== What is being asked ==
The answer should hold exactly the lines of the entries below from the one containing "Angular Momentum, 1988)." through the last line, both included.

== Entries shown ==
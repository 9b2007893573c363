// The spec resolved to numbers, checked against the formulas of docs/model.md written out here.
import { describe, expect, it } from 'vitest';
import { buildModel, pairCouplings, siteDistance, type PairList } from '../../src/model/model.js';
import { validateSpec } from '../../src/spec/spec.js';

/** The pairs of a list as [i, j, value] triples, sorted, so tests compare them as a set. */
function triples(list: PairList): [number, number, number][] {
  const out: [number, number, number][] = [];
  for (let k = 0; k < list.count; k++) out.push([list.i[k], list.j[k], list.value[k]]);
  return out.sort((a, b) => a[0] - b[0] || a[1] - b[1]);
}

/** Every pair i < j with the coupling strength * f(r) of docs/model.md, r the minimum image on a ring. */
function expectedPairs(
  sites: number,
  periodic: boolean,
  strength: number,
  f: (r: number) => number,
): [number, number, number][] {
  const out: [number, number, number][] = [];
  for (let i = 0; i < sites; i++) {
    for (let j = i + 1; j < sites; j++) {
      const r = periodic ? Math.min(j - i, sites - (j - i)) : j - i;
      if (f(r) !== 0) out.push([i, j, strength * f(r)]);
    }
  }
  return out;
}

function expectPairsClose(actual: [number, number, number][], expected: [number, number, number][]): void {
  expect(actual.map(([i, j]) => [i, j])).toEqual(expected.map(([i, j]) => [i, j]));
  actual.forEach(([, , v], k) => expect(v).toBeCloseTo(expected[k][2], 14));
}

describe('site distances', () => {
  it('are |i - j| on an open chain and the shorter way round on a ring (minimum image)', () => {
    expect(siteDistance(0, 7, 8, false)).toBe(7);
    expect(siteDistance(0, 7, 8, true)).toBe(1);
    expect(siteDistance(1, 6, 8, true)).toBe(3);
    expect(siteDistance(0, 4, 8, true)).toBe(4);
    expect(siteDistance(5, 2, 8, true)).toBe(3);
  });
});

describe('pair couplings V_ij = V f(r_ij)', () => {
  it('"nearest": f = 1 at r = 1 only, the closing bond too on a ring', () => {
    const nearest = (r: number) => (r === 1 ? 1 : 0);
    expectPairsClose(triples(pairCouplings(5, false, 1.5, 'nearest', Infinity)), expectedPairs(5, false, 1.5, nearest));
    const ring = triples(pairCouplings(5, true, 1.5, 'nearest', Infinity));
    expectPairsClose(ring, expectedPairs(5, true, 1.5, nearest));
    expect(ring).toHaveLength(5);
    expect(ring).toContainEqual([0, 4, 1.5]);
  });

  it('"dipolar": f = 1/r^3 for every pair, with the minimum image on a ring', () => {
    const dipolar = (r: number) => 1 / r ** 3;
    const open = triples(pairCouplings(6, false, 2, 'dipolar', Infinity));
    expectPairsClose(open, expectedPairs(6, false, 2, dipolar));
    expect(open).toHaveLength(15);
    const ring = triples(pairCouplings(6, true, 2, 'dipolar', Infinity));
    expectPairsClose(ring, expectedPairs(6, true, 2, dipolar));
    // Sites 0 and 5 are neighbours through the closing bond; 0 and 3 are 3 apart either way.
    expect(ring.find(([i, j]) => i === 0 && j === 5)![2]).toBeCloseTo(2, 14);
    expect(ring.find(([i, j]) => i === 0 && j === 3)![2]).toBeCloseTo(2 / 27, 14);
  });

  it('"dipolar" with a cutoff keeps the pairs up to the cutoff only', () => {
    const cut = (r: number) => (r <= 2 ? 1 / r ** 3 : 0);
    const ring = triples(pairCouplings(6, true, 1, 'dipolar', 2));
    expectPairsClose(ring, expectedPairs(6, true, 1, cut));
    // 15 pairs on a ring of 6, of which 3 (the opposite sites) lie 3 apart.
    expect(ring).toHaveLength(12);
  });

  it('no pairs at zero strength', () => {
    expect(pairCouplings(6, true, 0, 'dipolar', Infinity).count).toBe(0);
  });
});

/** P_n(x) by Bonnet's recursion (n+1) P_{n+1} = (2n+1) x P_n - n P_{n-1} (textbook). */
function legendre(n: number, x: number): number {
  let previous = 1;
  let current = x;
  if (n === 0) return previous;
  for (let k = 1; k < n; k++) [previous, current] = [current, ((2 * k + 1) * x * current - k * previous) / (k + 1)];
  return current;
}

/**
 * <n+1, M=0| cos(theta) |n, M=0> of a rigid rotor, integrated numerically over the normalised
 * spherical harmonics Y_n0 = sqrt((2n+1)/(4 pi)) P_n(cos theta): composite Simpson on x = cos theta
 * (error of order h^4, below 1e-13 here for these low-degree polynomials).
 */
function rotorDipole(n: number): number {
  const steps = 20_000;
  const h = 2 / steps;
  let sum = 0;
  for (let k = 0; k <= steps; k++) {
    const x = -1 + k * h;
    const w = k === 0 || k === steps ? 1 : k % 2 === 1 ? 4 : 2;
    sum += w * legendre(n + 1, x) * x * legendre(n, x);
  }
  return ((Math.sqrt((2 * n + 1) * (2 * n + 3)) / 2) * sum * h) / 3;
}

const spec = (raw: Record<string, unknown>) => validateSpec(structuredClone(raw));

describe('buildModel', () => {
  it('the level Hamiltonian: <l+1|h|l> = -J_l e^{i phi_l}, its conjugate above the diagonal, detuning on it', () => {
    const model = buildModel(
      spec({
        chain: { sites: 2 },
        levels: { count: 3, tunnelling: [1, 0.5], phase: [0.3, 0], detuning: [0, 0.2, -0.1] },
      }),
    );
    const N = 3;
    const at = (row: number, col: number) => [model.localRe[row * N + col], model.localIm[row * N + col]];
    expect(at(1, 0)[0]).toBeCloseTo(-Math.cos(0.3), 15);
    expect(at(1, 0)[1]).toBeCloseTo(-Math.sin(0.3), 15);
    expect(at(0, 1)[0]).toBeCloseTo(-Math.cos(0.3), 15);
    expect(at(0, 1)[1]).toBeCloseTo(Math.sin(0.3), 15);
    expect(at(2, 1)).toEqual([-0.5, 0]);
    expect(at(1, 2)).toEqual([-0.5, 0]);
    expect(at(2, 0)).toEqual([0, 0]);
    expect([at(0, 0)[0], at(1, 1)[0], at(2, 2)[0]]).toEqual([0, 0.2, -0.1]);
    expect(model.isComplex).toBe(true);
  });

  it('a ring of levels adds the closing link N-1 -> 0; a phase of pi leaves the model real', () => {
    const model = buildModel(
      spec({ chain: { sites: 2 }, levels: { count: 3, boundary: 'ring', tunnelling: 1, phase: Math.PI } }),
    );
    // e^{i pi} = -1: every link element is +J.
    expect(model.localRe[0 * 3 + 2]).toBeCloseTo(1, 15);
    expect(model.localRe[2 * 3 + 0]).toBeCloseTo(1, 15);
    expect(model.isComplex).toBe(false);
    // Exchange never crosses the closing link: N-1 weights.
    expect(model.exchangeWeights).toHaveLength(2);
  });

  it('rotor exchange weights are the squared rigid-rotor dipole matrix elements relative to the lowest link', () => {
    const model = buildModel(spec({ chain: { sites: 2 }, levels: { count: 6 }, exchange: { weights: 'rotor' } }));
    const lowest = rotorDipole(0) ** 2;
    // The integral agrees with the handbook closed form of the rigid rotor's direction-cosine matrix
    // element, (J+1)/sqrt((2J+1)(2J+3)) (angular-momentum algebra, e.g. Zare, Angular Momentum, 1988).
    expect(rotorDipole(0)).toBeCloseTo(1 / Math.sqrt(3), 11);
    expect(rotorDipole(2)).toBeCloseTo(3 / Math.sqrt(35), 11);
    expect(model.exchangeWeights).toHaveLength(5);
    model.exchangeWeights.forEach((c, n) => expect(c).toBeCloseTo(rotorDipole(n) ** 2 / lowest, 11));
  });

  it('exchange and the diagonal dipole term each take their own range: ising stays nearest when exchange is dipolar', () => {
    const model = buildModel(
      spec({
        chain: { sites: 5, boundary: 'periodic' },
        levels: { count: 2 },
        exchange: { strength: 3, range: 'dipolar' },
        ising: { strength: 0.5, moments: [1, -1] },
      }),
    );
    expectPairsClose(
      triples(model.exchangePairs),
      expectedPairs(5, true, 3, (r) => 1 / r ** 3),
    );
    expectPairsClose(
      triples(model.isingPairs),
      expectedPairs(5, true, 0.5, (r) => (r === 1 ? 1 : 0)),
    );
    expect([...model.moments]).toEqual([1, -1]);
  });

  it('hopping bonds: none for pinned molecules; the nearest-neighbour bonds, (0, L-1) on a ring, for itinerant kinds', () => {
    const chain = { sites: 4, boundary: 'periodic' };
    const levels = { count: 2 };
    expect(buildModel(spec({ chain, levels })).hoppingBonds.count).toBe(0);
    const itinerant = buildModel(
      spec({ chain, levels, particles: { kind: 'hardcore', number: 2, hopping: 0.7 } }),
    ).hoppingBonds;
    expect(triples(itinerant)).toEqual([
      [0, 1, 0.7],
      [0, 3, 0.7],
      [1, 2, 0.7],
      [2, 3, 0.7],
    ]);
    const open = buildModel(
      spec({ chain: { sites: 4 }, levels, particles: { kind: 'hardcore', number: 2, hopping: 0.7 } }),
    ).hoppingBonds;
    expect(triples(open).map(([i, j]) => [i, j])).toEqual([
      [0, 1],
      [1, 2],
      [2, 3],
    ]);
  });
});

== Output of the task ==
    // element, (J+1)/sqrt((2J+1)(2J+3)) (angular-momentum algebra, e.g. Zare, Angular Momentum, 1988).
    expect(rotorDipole(0)).toBeCloseTo(1 / Math.sqrt(3), 11);
    expect(rotorDipole(2)).toBeCloseTo(3 / Math.sqrt(35), 11);
    expect(model.exchangeWeights).toHaveLength(5);
    model.exchangeWeights.forEach((c, n) => expect(c).toBeCloseTo(rotorDipole(n) ** 2 / lowest, 11));
  });

  it('exchange and the diagonal dipole term each take their own range: ising stays nearest when exchange is dipolar', () => {
    const model = buildModel(
      spec({
        chain: { sites: 5, boundary: 'periodic' },
        levels: { count: 2 },
        exchange: { strength: 3, range: 'dipolar' },
        ising: { strength: 0.5, moments: [1, -1] },
      }),
    );
    expectPairsClose(
      triples(model.exchangePairs),
      expectedPairs(5, true, 3, (r) => 1 / r ** 3),
    );
    expectPairsClose(
      triples(model.isingPairs),
      expectedPairs(5, true, 0.5, (r) => (r === 1 ? 1 : 0)),
    );
    expect([...model.moments]).toEqual([1, -1]);
  });

  it('hopping bonds: none for pinned molecules; the nearest-neighbour bonds, (0, L-1) on a ring, for itinerant kinds', () => {
    const chain = { sites: 4, boundary: 'periodic' };
    const levels = { count: 2 };
    expect(buildModel(spec({ chain, levels })).hoppingBonds.count).toBe(0);
    const itinerant = buildModel(
      spec({ chain, levels, particles: { kind: 'hardcore', number: 2, hopping: 0.7 } }),
    ).hoppingBonds;
    expect(triples(itinerant)).toEqual([
      [0, 1, 0.7],
      [0, 3, 0.7],
      [1, 2, 0.7],
      [2, 3, 0.7],
    ]);
    const open = buildModel(
      spec({ chain: { sites: 4 }, levels, particles: { kind: 'hardcore', number: 2, hopping: 0.7 } }),
    ).hoppingBonds;
    expect(triples(open).map(([i, j]) => [i, j])).toEqual([
      [0, 1],
      [1, 2],
      [2, 3],
    ]);
  });
});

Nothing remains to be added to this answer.